Ask HN: Joomla or Rails? - mattjung

I plan to build a simple community portal that allows to review, evaluate and discuss software products - imagine it as judysbook.com for software.<p>Now my question: is it easier and faster to construct something like that using a CMS like Joomla (that I have never used before) or 
to build it from scratch and on my own in RoR (given that I have already built 2 rails-applications)? Or are they even better solutions - like lighweight open-source CMS I am not aware of?
What about maintenance and later customizations?
======
aarongough
Unfortunately I cannot come close to recommending Joomla. Looking through the
core code of the system is an exercise in frustration at best. While the code
is not necessarily all super-bad the documentation is lacking in the extreme.

I would recommend starting from scratch in Rails. That way you'll have control
over every aspect of the design and function of the system and it will be you
alone that is responsible for the quality of the code and the system
overall...

------
flooha
Most experienced admins who have used all of the various php based CMSs would
probably recommend Drupal over Joomla. Drupal is considered better when it
comes to security and customization. Joomla addons have a stigma of being
generally insecure.

As others have said, you'll get up and running faster with an open-source CMS,
but you can get bogged down trying to customize it. If you're not a designer,
you might want to pay for one to customize a template/theme for you. I can't
tell you the number of wasted hours I've spent trying to customize the look of
a CMS, but working with CSS and templates just isn't my thing.

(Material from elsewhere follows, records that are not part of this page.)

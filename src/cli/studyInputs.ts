/**
 * What the study verbs (`report`, `compare`, `gci`, `check-probes`) read from disk: the probe-set file, result
 * files with their pieces (each with its size and SHA-256, for the report's list of inputs), and the
 * tool's version (`version.ts`). Node only.
 */
import { createHash } from 'node:crypto';
import { basename, dirname, relative, resolve as resolvePath } from 'node:path';
import { loadDatasetFile, openFileSource, readBytes } from '../io/nodeFiles.ts';
import type { Dataset } from '../model/dataset.ts';
import type { ProbeSet } from '../study/probeSet.ts';
import { readProbeSet } from '../study/probeSetFile.ts';
import type { InputFileInfo } from '../study/reportHtml.ts';

export { toolVersion } from './version.ts';

const sha256 = (b: Uint8Array): string => createHash('sha256').update(b).digest('hex');

/** A probe-set file, checked (older versions upgraded), with its text and input record. */
export async function readProbeSetFile(path: string): Promise<{ set: ProbeSet; text: string; fromVersion: number; input: InputFileInfo }> {
  const bytes = await readBytes(path);
  const text = new TextDecoder().decode(bytes);
  const { set, fromVersion } = readProbeSet(text, basename(path));
  return { set, text, fromVersion, input: { name: basename(path), bytes: bytes.length, sha256: sha256(bytes), role: fromVersion < set.version ? `probe set (version ${fromVersion}, upgraded on reading)` : 'probe set' } };
}

/** SHA-256 of a regular file, read in chunks (never whole). */
async function hashFile(path: string): Promise<{ bytes: number; sha256: string }> {
  const src = await openFileSource(path);
  try {
    const h = createHash('sha256');
    const chunk = 8 << 20;
    for (let at = 0; at < src.size; at += chunk) h.update(await src.read(at, Math.min(chunk, src.size - at)));
    return { bytes: src.size, sha256: h.digest('hex') };
  } finally {
    await src.close();
  }
}

/**
 * A result file loaded by ranges with the same guards as every verb (regular files only, memory limit),
 * with every file it read (a set's pieces too) as report inputs, each with its size and SHA-256.
 */
export async function loadInput(path: string): Promise<{ dataset: Dataset; inputs: InputFileInfo[] }> {
  const folder = dirname(resolvePath(path));
  const pieces: { full: string; rel: string }[] = [];
  const dataset = await loadDatasetFile(path, {}, (full, rel) => pieces.push({ full, rel }));
  const inputs: InputFileInfo[] = [{ name: basename(path), ...await hashFile(path), role: 'result file' }];
  for (const p of pieces) inputs.push({ name: relative(folder, p.full) || p.rel, ...await hashFile(p.full), role: `piece of ${basename(path)}` });
  return { dataset, inputs };
}
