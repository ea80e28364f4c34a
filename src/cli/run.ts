/** Entry of the bundled command (`bin/build-cli.mjs` bundles from here): runs the command line on argv. */
import { main } from './main.ts';

process.exitCode = await main(process.argv.slice(2));
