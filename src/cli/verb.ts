/**
 * The shape of a command-line verb. Each verb lives in `src/cli/verbs/<name>.ts` and default-exports a
 * `Verb`; `main.ts` finds it by name, so adding a verb touches no other file.
 */
import type { OptionAliases, OptionKind } from './args.ts';

export interface Verb {
  /** One line for the verb list. */
  summary: string;
  /** Usage line(s), printed by `fieldtally <verb> --help`. */
  usage: string;
  options: Record<string, OptionKind>;
  /** Old option names accepted for one version with a notice (old → current), not shown in the help. */
  aliases?: OptionAliases;
  /** Runs the verb; returns the exit code. Throwing an Error prints its message as a one-line error. */
  run(argv: string[], io: VerbIO): Promise<number>;
}

/** Where a verb writes; tests capture it. */
export interface VerbIO {
  out: (text: string) => void;
  err: (text: string) => void;
}
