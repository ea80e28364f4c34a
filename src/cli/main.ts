/**
 * The `fieldtally` command: dispatches to a verb module by name. Exit code 0 on success; on failure a
 * one-line error on stderr and a non-zero code.
 */
import { existsSync, readdirSync } from 'node:fs';
import { dirname, join } from 'node:path';
import { fileURLToPath } from 'node:url';
import { oneLineMessage } from '../io/messageText.ts';
import { ALLOW_LARGE, defaultMemoryLimit, setMemoryLimit } from './memoryLimit.ts';
import type { Verb, VerbIO } from './verb.ts';
import { toolVersion } from './version.ts';

const VERB_DIR = join(dirname(fileURLToPath(import.meta.url)), 'verbs');

/** Verb names written in by the bundler (`bin/build-cli.mjs`); from source, `src/cli/verbs` is listed. */
declare const FIELDTALLY_VERBS: readonly string[] | undefined;

/** Old verb names accepted for one version with a notice (old → current); not listed. */
export const VERB_ALIASES: Readonly<Record<string, string>> = { probes: 'check-probes' };

/** Names of the verbs present in `src/cli/verbs`. */
export function verbNames(): string[] {
  if (typeof FIELDTALLY_VERBS !== 'undefined') return [...FIELDTALLY_VERBS];
  return readdirSync(VERB_DIR).filter((f) => f.endsWith('.ts')).map((f) => f.slice(0, -3)).sort();
}

/** Loads a verb by name, or undefined if there is none. */
export async function loadVerb(name: string): Promise<Verb | undefined> {
  if (!/^[a-z][a-z-]*$/.test(name)) return undefined;
  if (typeof FIELDTALLY_VERBS !== 'undefined' ? !FIELDTALLY_VERBS.includes(name) : !existsSync(join(VERB_DIR, `${name}.ts`))) return undefined;
  return ((await import(`./verbs/${name}.ts`)) as { default: Verb }).default;
}

const stdio: VerbIO = {
  out: (t) => process.stdout.write(t.endsWith('\n') ? t : t + '\n'),
  err: (t) => process.stderr.write(t.endsWith('\n') ? t : t + '\n'),
  write: async (t) => {
    if (!process.stdout.write(t)) await new Promise<void>((r) => process.stdout.once('drain', () => r()));
  },
};

async function usage(io: VerbIO): Promise<void> {
  const lines = ['usage: fieldtally <verb> [arguments] (fieldtally <verb> --help for details; fieldtally --version)', '', 'verbs:'];
  lines.splice(1, 0, `  ${ALLOW_LARGE} (any verb): go ahead with a load or output above the memory limit (by default 3/4 of the machine's memory)`);
  for (const n of verbNames()) lines.push(`  ${n.padEnd(13)} ${(await loadVerb(n))!.summary}`);
  io.out(lines.join('\n'));
}

/** Runs the command line; returns the process exit code. */
export async function main(argv: string[], io: VerbIO = stdio): Promise<number> {
  const allowLarge = argv.includes(ALLOW_LARGE);
  let [name, ...rest] = argv.filter((a) => a !== ALLOW_LARGE);
  if (name === '--version' || name === '-V') { io.out(`fieldtally ${toolVersion()}`); return 0; }
  setMemoryLimit(allowLarge ? undefined : defaultMemoryLimit());
  if (!name || name === '--help' || name === '-h' || name === 'help') { await usage(io); return name ? 0 : 2; }
  if (Object.hasOwn(VERB_ALIASES, name)) {
    io.err(`fieldtally: the verb "${name}" is now "${VERB_ALIASES[name]}"; the old name will be removed in the next version`);
    name = VERB_ALIASES[name]!;
  }
  const verb = await loadVerb(name);
  if (!verb) { io.err(`fieldtally: unknown verb "${name}" (known: ${verbNames().join(', ')})`); return 2; }
  if (rest.includes('--help')) { io.out(verb.usage); return 0; }
  try {
    return await verb.run(rest, io);
  } catch (e) {
    io.err(`fieldtally ${name}: ${oneLineMessage(e)}`);
    if (process.env.FIELDTALLY_DEBUG && e instanceof Error && e.stack) io.err(e.stack);
    return 1;
  }
}
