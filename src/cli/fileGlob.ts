/**
 * Glob patterns for the command line's file lists (`fieldtally report 'runs/*.vtu'`), expanded here so
 * they work when the shell does not expand them (quoted, or on Windows). Supported: `*` and `?` within a
 * name, `[abc]` / `[a-z]` classes, `{a,b}` alternatives and `**` for any depth of folders. Node only.
 */
import { readdirSync, statSync } from 'node:fs';
import { join } from 'node:path';

/** True when `s` holds a glob character. */
export const isGlob = (s: string): boolean => /[*?[\]{}]/.test(s);

/** A regular expression for one path segment. */
export function segmentRegExp(seg: string): RegExp {
  let re = '', i = 0;
  while (i < seg.length) {
    const ch = seg[i]!;
    if (ch === '*') re += '[^/]*';
    else if (ch === '?') re += '[^/]';
    else if (ch === '[') {
      const end = seg.indexOf(']', i + 1);
      if (end < 0) { re += '\\['; i++; continue; }
      const body = seg.slice(i + 1, end).replace(/\\/g, '\\\\');
      re += `[${body.startsWith('!') ? '^' + body.slice(1) : body}]`;
      i = end;
    } else if (ch === '{') {
      const end = seg.indexOf('}', i + 1);
      if (end < 0) { re += '\\{'; i++; continue; }
      re += `(?:${seg.slice(i + 1, end).split(',').map((a) => a.replace(/[.+^$()|\\]/g, '\\$&').replace(/\*/g, '[^/]*').replace(/\?/g, '[^/]')).join('|')})`;
      i = end;
    } else re += ch.replace(/[.+^$()|\\]/g, '\\$&');
    i++;
  }
  return new RegExp(`^${re}$`);
}

function walk(dir: string, segs: readonly string[], out: string[]): void {
  if (segs.length === 0) return;
  const [seg, ...rest] = segs as [string, ...string[]];
  let names: string[];
  try { names = readdirSync(dir === '' ? '.' : dir); } catch { return; }
  const isDir = (p: string) => { try { return statSync(p).isDirectory(); } catch { return false; } };
  if (seg === '**') {
    walk(dir, rest, out);
    for (const n of names) if (!n.startsWith('.') && isDir(join(dir, n))) walk(join(dir, n), segs, out);
    return;
  }
  const re = isGlob(seg) ? segmentRegExp(seg) : null;
  for (const n of names) {
    if (re ? !re.test(n) || (n.startsWith('.') && !seg.startsWith('.')) : n !== seg) continue;
    const p = dir === '' ? n : join(dir, n);
    if (rest.length === 0) { if (!isDir(p)) out.push(p); } else if (isDir(p)) walk(p, rest, out);
  }
}

/** Files matching a pattern, sorted; relative patterns resolve from the current folder. */
export function expandGlob(pattern: string): string[] {
  const parts = pattern.replace(/\\/g, '/').split('/');
  let k = 0;
  while (k < parts.length - 1 && !isGlob(parts[k]!)) k++;
  const base = parts.slice(0, k).join('/') || (pattern.startsWith('/') ? '/' : '');
  const out: string[] = [];
  walk(base, parts.slice(k), out);
  return [...new Set(out)].sort();
}

/** Each argument as a file, or its matches when it is a pattern; a pattern that matches nothing is an error. */
export function expandInputs(args: readonly string[]): string[] {
  const out: string[] = [];
  for (const a of args) {
    if (!isGlob(a)) { out.push(a); continue; }
    const hits = expandGlob(a);
    if (hits.length === 0) throw new Error(`no file matches "${a}"`);
    out.push(...hits);
  }
  return out;
}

If you're really into design and it's not a big deal for you then using rails
could be a better answer as long as you keep it simple, as you said. The
backend should be pretty straight forward, though you can get bogged down in
the details.

I'm sending you an email with some additional info. My startup could help you
out, but I'm planning a formal launch next week so I don't want to publicize
it here too much.

------
spooneybarger
Here is the question I have for you, are you versed in php? If you need to add
functionality etc to Joomla, how long is that going to take you to ramp up?
Balance that against the time savings you get from ready made components.
Also, if you have never used Joomla or anything else that offers 'snap
together components', try actually doing it, how easy is it to take the 2 or 3
you want to use and put together, is it really seamless? You might find, that
you can do more coding yourself using something else and still save time.

------
jarrodtaylor
A CMS will probably get something up faster, but writing your own code will
definitely be better for later customization. Maintenance really depends on
what you build. How much do you want to fine tune and customize?

------
aaroneous
Joomla is a mess and I wouldn't recommend it for a dev.

It's much more of a CMS for designers, than any sort of framework for
developers.

------
mahmud
Joomla is a toy compared to Rails.